We use big data at Credit Karma for data science modeling and analytical reporting, which helps us assess the efficacy of our products and services. We process and store data in Google BigQuery at scale, and we do this with data security, data quality, data lineage and data management as our key requirements. These make up the cornerstone of our data governance program.
We have many different data sources — databases and data files — and we have a complex data pipeline. To manage and document these complex data assets, we built a browser-based application called Data Explorer that manages our Data Dictionary. This tool provides us with valuable metadata, which lets us automate much of our data governance processes. In fact, we have learned that the only way to manage petabytes of data effectively is with metadata, and the Data Dictionary and Data Explorer have made this possible by crowdsourcing the knowledge about these data sources.
The Data Explorer presents an inventory of data sources, with descriptions of every database table and system file at the column/field level. We also show the Github repo.
Domain Data Modeler
We learned that there are currently no books on big data modeling, so we studied how people worked with big data and found that they primarily deal with subdomains — basically a small handful of tables or files at a time. And we are very pleased that we found that data modeling at the subdomain level works well in a big data environment.
The Subdomain Data Modeling feature shows the tables that are related to the table you’re currently viewing. This gives you complete contextual information about a table, the tables to which it relates and the source of the data in that table.
Using this subdomain approach, our users enter the team and person contact information, so we know who owns which subdomains. We use crowdsourcing to add content to the Data Explorer; each team contributes knowledge of its respective subdomain.
When people post a question on one of our forums, we point them to the Data Explorer site and work with them to find information about the data objects they need to work with.

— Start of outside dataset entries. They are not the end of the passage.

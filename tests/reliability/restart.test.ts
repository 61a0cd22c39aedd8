// The database restarts (`pg_ctl restart`, fast mode) while screens make about 100 changes a second through two
// instances. Every change that got a 2xx is in the database afterwards; changes during the outage get 503 within
// 5 s (never a 500, never a hang); health and the event streams are back within 10 s of the database accepting
// connections; neither instance crashes.
import { spawn } from 'node:child_process';
import pg from 'pg';
import { afterAll, beforeAll, describe, expect, it } from 'vitest';
import { testDatabaseUrl, withClient } from '../support/database';
import {
	logEntries,
	openStream,
	signIn,
	startInstances,
	stopInstances,
	type Instance,
	type Stream
} from '../support/instances';
import { createTestStore, newJob, type TestStore } from '../support/store';

let instances: Instance[] = [];
let store: TestStore;

beforeAll(async () => {
	store = await createTestStore(`restart-${process.pid}`);
	instances = await startInstances([3661, 3662]);
}, 60_000);

afterAll(async () => {
	await stopInstances(instances);
});

interface Outcome {
	kind: 'create' | 'edit';
	status: number;
	ms: number;
	startedAt: number;
	body: any;
	sent: any;
}

function restartDatabase(): Promise<void> {
	return new Promise((resolve, reject) => {
		const child = spawn(process.execPath, ['scripts/db.mjs', 'restart', '--test'], { stdio: 'pipe' });
		let out = '';
		child.stdout.on('data', (d) => (out += d));
		child.stderr.on('data', (d) => (out += d));
		child.on('exit', (code) => (code === 0 ? resolve() : reject(new Error(`restart failed: ${out}`))));
	});
}

async function accepting(): Promise<boolean> {
	const c = new pg.Client({ connectionString: testDatabaseUrl, connectionTimeoutMillis: 500 });
	c.on('error', () => {});
	try {
		await c.connect();
		await c.query('SELECT 1');
		return true;
	} catch {
		return false;
	} finally {
		await c.end().catch(() => {});
	}
}

describe('a database restart under load', () => {
	it('loses no acknowledged change, answers 503 quickly meanwhile, and recovers within 10 s', async () => {
		const cookies = await Promise.all(
			instances.map((i) => signIn(i.url, store.people.writer.email, store.people.writer.password))
		);
		const cursor = await withClient(async (c) =>
			Number((await c.query('SELECT max(id) AS id FROM events')).rows[0].id)
		);
		const streams: Stream[] = instances.map((i, n) => openStream(i.url, cookies[n], cursor));
		await Promise.all(streams.map((s) => s.until((e) => e.some((x) => x.event === 'ready'), 10_000)));

		const outcomes: Outcome[] = [];
		const inFlight = new Set<Promise<void>>();
		const known: { id: number; version: number }[] = [];
		let n = 0;
		let running = true;
		const send = (kind: Outcome['kind'], path: string, method: string, body: any, at: Instance, cookie: string) => {
			const startedAt = Date.now();
			const p = fetch(`${at.url}${path}`, {
				method,
				headers: { origin: at.url, cookie, 'content-type': 'application/json' },
				body: JSON.stringify(body),
				signal: AbortSignal.timeout(15_000)
			})
				.then(async (r) => {
					const text = await r.text();
					let parsed: any = text;
					try {
						parsed = JSON.parse(text);
					} catch {
						// keep the text
					}
					outcomes.push({ kind, status: r.status, ms: Date.now() - startedAt, startedAt, body: parsed, sent: body });
					if (kind === 'create' && r.status === 201) known.push({ id: parsed.id, version: parsed.version });
				})
				.catch((e) => {
					outcomes.push({ kind, status: 0, ms: Date.now() - startedAt, startedAt, body: String(e), sent: body });
				})
				.finally(() => inFlight.delete(p));
			inFlight.add(p);
		};
		// About 100 changes a second, alternating instances: mostly new jobs, some edits of jobs made earlier.
		const loadStarted = Date.now();
		const load = (async () => {
			while (running) {
				const i = n % 2;
				n++;
				if (n % 4 === 0 && known.length > 0) {
					const job = known[Math.floor(Math.random() * known.length)];
					send(
						'edit',
						`/api/jobs/${job.id}`,
						'PATCH',
						{ version: job.version, notes: `edit ${n}` },
						instances[i],
						cookies[i]
					);
				} else {
					send('create', '/api/jobs', 'POST', newJob({ notes: `load ${n}` }), instances[i], cookies[i]);
				}
				// On a 10 ms schedule (not 10 ms after each send), so slow moments are caught up.
				await new Promise((r) => setTimeout(r, Math.max(0, loadStarted + n * 10 - Date.now())));
			}
		})();

		await new Promise((r) => setTimeout(r, 3000));
		const restartAt = Date.now();
		await restartDatabase();
		// The moment the database accepts connections again (pg_ctl -w returns once it does; checked directly).
		while (!(await accepting())) await new Promise((r) => setTimeout(r, 50));
		const upAt = Date.now();

		// Health on both instances within 10 s of that moment.
		const healthy = await Promise.all(
			instances.map(async (i) => {
				for (;;) {
					const r = await fetch(`${i.url}/api/health`).catch(() => null);
					if (r?.status === 200) return Date.now() - upAt;
					if (Date.now() - upAt > 10_000) return Infinity;
					await new Promise((res) => setTimeout(res, 100));
				}
			})
		);
		// The streams: a change made now reaches both instances' open streams within 10 s of the database being back.
		let probeId = 0;
		for (;;) {
			const r = await fetch(`${instances[0].url}/api/jobs`, {
				method: 'POST',
				headers: { origin: instances[0].url, cookie: cookies[0], 'content-type': 'application/json' },
				body: JSON.stringify(newJob({ notes: 'after the restart' }))
			});
			if (r.status === 201) {
				probeId = (await r.json()).id;
				break;
			}
			if (Date.now() - upAt > 10_000) break;
			await new Promise((res) => setTimeout(res, 100));
		}
		expect(probeId, 'a change succeeds within 10 s').toBeGreaterThan(0);
		const carries = (s: Stream) => s.events.some((e) => e.data?.jobs?.some?.((j: any) => j.id === probeId));
		await Promise.all(streams.map((s) => s.until(() => carries(s), Math.max(1, 10_000 - (Date.now() - upAt)))));
		const streamsBackMs = Date.now() - upAt;

		await new Promise((r) => setTimeout(r, 3000));
		running = false;
		await load;
		await Promise.all([...inFlight]);
		const endedAt = Date.now();
		for (const s of streams) s.close();

		// Every acknowledged change is in the database.
		const created = outcomes.filter((o) => o.kind === 'create' && o.status === 201);
		const rows = await withClient(
			async (c) =>
				(await c.query('SELECT id, notes, version FROM jobs WHERE id = ANY($1)', [created.map((o) => o.body.id)])).rows
		);
		const byId = new Map(rows.map((r) => [r.id, r]));
		for (const o of created) expect(byId.get(o.body.id)?.id, `job ${o.body.id}`).toBe(o.body.id);
		const edits = outcomes.filter((o) => o.kind === 'edit' && o.status === 200);
		const edited = await withClient(
			async (c) =>
				(await c.query('SELECT id, version FROM jobs WHERE id = ANY($1)', [edits.map((o) => o.body.id)])).rows
		);
		const versions = new Map(edited.map((r) => [r.id, r.version]));
		for (const o of edits) expect(versions.get(o.body.id)).toBeGreaterThanOrEqual(o.body.version);

		// Nothing but success, a conflict (an edit racing another) or 503; 503s answered within 5 s; no hang, no 500.
		const statuses = new Map<number, number>();
		for (const o of outcomes) statuses.set(o.status, (statuses.get(o.status) ?? 0) + 1);
		const unavailable = outcomes.filter((o) => o.status === 503);
		const slowest503 = Math.max(0, ...unavailable.map((o) => o.ms));
		const seconds = (endedAt - restartAt + 3000) / 1000;
		console.log(
			`restart: ${outcomes.length} changes in about ${seconds.toFixed(0)} s (${(outcomes.length / seconds).toFixed(0)}/s); ` +
				`answers ${JSON.stringify(Object.fromEntries(statuses))} (${unavailable.filter((o) => o.body.code === 'busy').length} of the 503s shed as busy); outage ${upAt - restartAt} ms; slowest 503 ${slowest503} ms; ` +
				`health back ${healthy.map((h) => `${h} ms`).join(' and ')} after the database; streams ${streamsBackMs} ms`
		);
		for (const i of instances)
			for (const e of logEntries(i).filter((x) => x.level === 'error'))
				console.log(`instance ${i.port} error: ${JSON.stringify(e).slice(0, 1500)}`);
		for (const o of outcomes) {
			expect([200, 201, 409, 503], `${o.kind} → ${o.status} ${JSON.stringify(o.body).slice(0, 200)}`).toContain(
				o.status
			);
		}
		expect(unavailable.length, 'some changes met the outage').toBeGreaterThan(0);
		for (const o of unavailable) {
			expect(o.ms).toBeLessThan(5000);
			// The database away, or (just after it is back) new requests shed while the backlog drains.
			expect(['database_unavailable', 'busy']).toContain(o.body.code);
		}
		for (const h of healthy) expect(h).toBeLessThan(10_000);
		expect(streamsBackMs).toBeLessThan(10_000);
		expect(outcomes.length / seconds).toBeGreaterThan(60);
		for (const i of instances) expect(i.process.exitCode, `instance ${i.port} still running`).toBeNull();
	});
});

If they find the data of interest is not yet described and documented, we add them to our team of “editors” so they can contribute to the documentation effort. Our approach is reminiscent of Wikipedia’s, and it works very well. We find that many data owners are passionate about “paying it forward” in their subdomain, and they really enjoy adding descriptive content so others can easily find what they need.

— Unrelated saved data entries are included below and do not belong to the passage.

// Hostile input against the built app (`node build`, one instance on its own scratch database):
//   1. every mutating API method and every form action of the authorisation table, 1,000 fast-check runs each, with
//      bodies that can never be accepted: only 400/413/415/422 with `{ code, message, issues }`, never a 2xx or 5xx,
//      and no row written (every table's row count and the last event id unchanged);
//   2. bodies over the 1 MiB JSON limit and over BODY_SIZE_LIMIT (declared and chunked): 413, nothing stored;
//   3. cross-site requests (a foreign Origin, no Origin, text/plain bodies) and non-JSON content types: refused.
// Run: `npx vite build`, then `LUGLINE_SUITE=reliability npx vitest run tests/reliability/hostile.test.ts`.
// HOSTILE_RUNS overrides the 1,000 runs for a quick look; the requirement is 1,000.
import { existsSync } from 'node:fs';
import { join } from 'node:path';
import { ListObjectsV2Command, S3Client } from '@aws-sdk/client-s3';
import { parse as devalueParse } from 'devalue';
import fc from 'fast-check';
import { afterAll, beforeAll, describe, expect, test } from 'vitest';
import { authorisation } from '../../src/lib/server/authz';
import { account } from '../support/accounts';
import { urlFor } from '../support/routes';
import { siUnits } from '../../src/lib/console/display';
import { vehicleColumns } from '../../src/lib/schemas/vehicles';
import { withClient } from '../support/database';
import { signIn, startInstances, stopInstances, testS3, type Instance } from '../support/instances';
import { createScratch, dropScratch, knexCli } from '../support/scratch';
import {
	arr,
	badIntegerLiterals,
	badIntegerTexts,
	changes,
	hostileJson,
	hostileKey,
	hostileString,
	jsonText,
	notJson,
	num,
	obj,
	snapshot,
	withNul,
	type Json,
	type Snapshot
} from './support';

const RUNS = Number(process.env.HOSTILE_RUNS ?? 1000);
const DATABASE = 'lugline_hostile';
const PORT = 3700;
const FOREIGN = 'http://evil.example';

/** Refusals of bad input; anything else (a 2xx, 404/409 that means the input was taken as valid, a 5xx) fails. */
const REFUSED = [400, 413, 415, 422];
// Sign-in and the bay claim count wrong attempts per account and answer 429 once an account is being slowed down.
const REFUSED_OR_SLOWED = [...REFUSED, 429];

// ------------------------------------------------------------------------------------------------ state

let instance: Instance;
let databaseUrl: string;
let origin: string;
const cookies: { manager: string; lead: string } = { manager: '', lead: '' };

/** Real rows of the seeded demo store, so plausible fields get past validation and only the planted fault remains. */
interface Facts {
	customerId: number;
	job: { id: number; version: number };
	wheel: { id: number; version: number; recordVersion: number };
	otherWheel: { id: number; version: number };
	bays: { id: number; code: string; version: number }[];
	techId: number;
	person: { id: number; version: number };
	service: { id: number; version: number };
	storeVersion: number;
	vehicle: Record<string, string>;
}
let facts: Facts;

async function readFacts(): Promise<Facts> {
	return withClient(async (c) => {
		const store = (await c.query(`SELECT id, version FROM stores WHERE slug = 'demo'`)).rows[0];
		const one = async (sql: string, params: unknown[] = []) => (await c.query(sql, params)).rows[0];
		const job = await one('SELECT id, version FROM jobs WHERE id = 1 AND store_id = $1', [store.id]);
		const wheel = await one('SELECT id, version FROM wheels WHERE id = 1');
		const record = await one('SELECT version FROM wheel_records WHERE wheel_id = 1');
		const otherWheel = await one('SELECT id, version FROM wheels WHERE job_id = $1 AND id <> 1 ORDER BY id', [job.id]);
		const bays = (await c.query('SELECT id, code, version FROM bays WHERE store_id = $1 ORDER BY position', [store.id]))
			.rows;
		const tech = await one(`SELECT id FROM users WHERE store_id = $1 AND role = 'tech' ORDER BY id`, [store.id]);
		const person = await one(`SELECT id, version FROM users WHERE email = $1`, [account('writer').email]);
		const service = await one('SELECT id, version FROM services WHERE store_id = $1 ORDER BY id', [store.id]);
		const customer = await one('SELECT id FROM customers WHERE store_id = $1 ORDER BY id', [store.id]);
		const vehicle = await one('SELECT * FROM vehicles WHERE id = 1');
		return {
			customerId: customer.id,
			job,
			wheel: { ...wheel, recordVersion: record?.version ?? 0 },
			otherWheel,
			bays,
			techId: tech.id,
			person,
			service,
			storeVersion: store.version,
			vehicle: Object.fromEntries(Object.entries(vehicle).map(([k, v]) => [k, v === null ? '' : String(v)]))
		};
	}, databaseUrl);
}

In addition to the textual data descriptions, we also check that the data meets both security and quality thresholds. As soon as a data file hits our staging area, a Data Loss Prevention (DLP) engine (Google DLP) scans the file for any issues and assesses its security risk level. It also assigns an alias if the field name is cryptic. A good example is age: If a column of data is named X30W34, the DLP engine scans and assesses the data values. If the numeric range is, say, 18 to 100, it might suggest that X30W34 represents a person’s age. This process trains the engine and develops increasingly sophisticated business rules over time.
For security reasons, we scan every field in every file at ingestion time. We set risk ratings for the scanning engine so it tags each column with a security risk rating. A composite data security rating is set in our dashboard, which is the highest level of security risk for all fields in that file. If one column has a high risk rating, then the dashboard shows a high risk rating for the entire file.
In a similar manner, we use Apache Griffin to assess the quality of the column data. We configure Griffin with business rules in configuration files; these rules are typically regular expressions. The output of the scan is an average data quality score from zero to 100%, which is subsequently displayed in the Data Explorer. This raises the visibility of low-quality data so we can improve the ingestion process over time.
We learned three key lessons building the Data Dictionary and Data Explorer:
- Big data can only be managed with effective metadata
- People tend to work in small subdomains within the larger data store
- Crowdsourcing is an effective bottom-up way to discover the metadata and keep it up to date.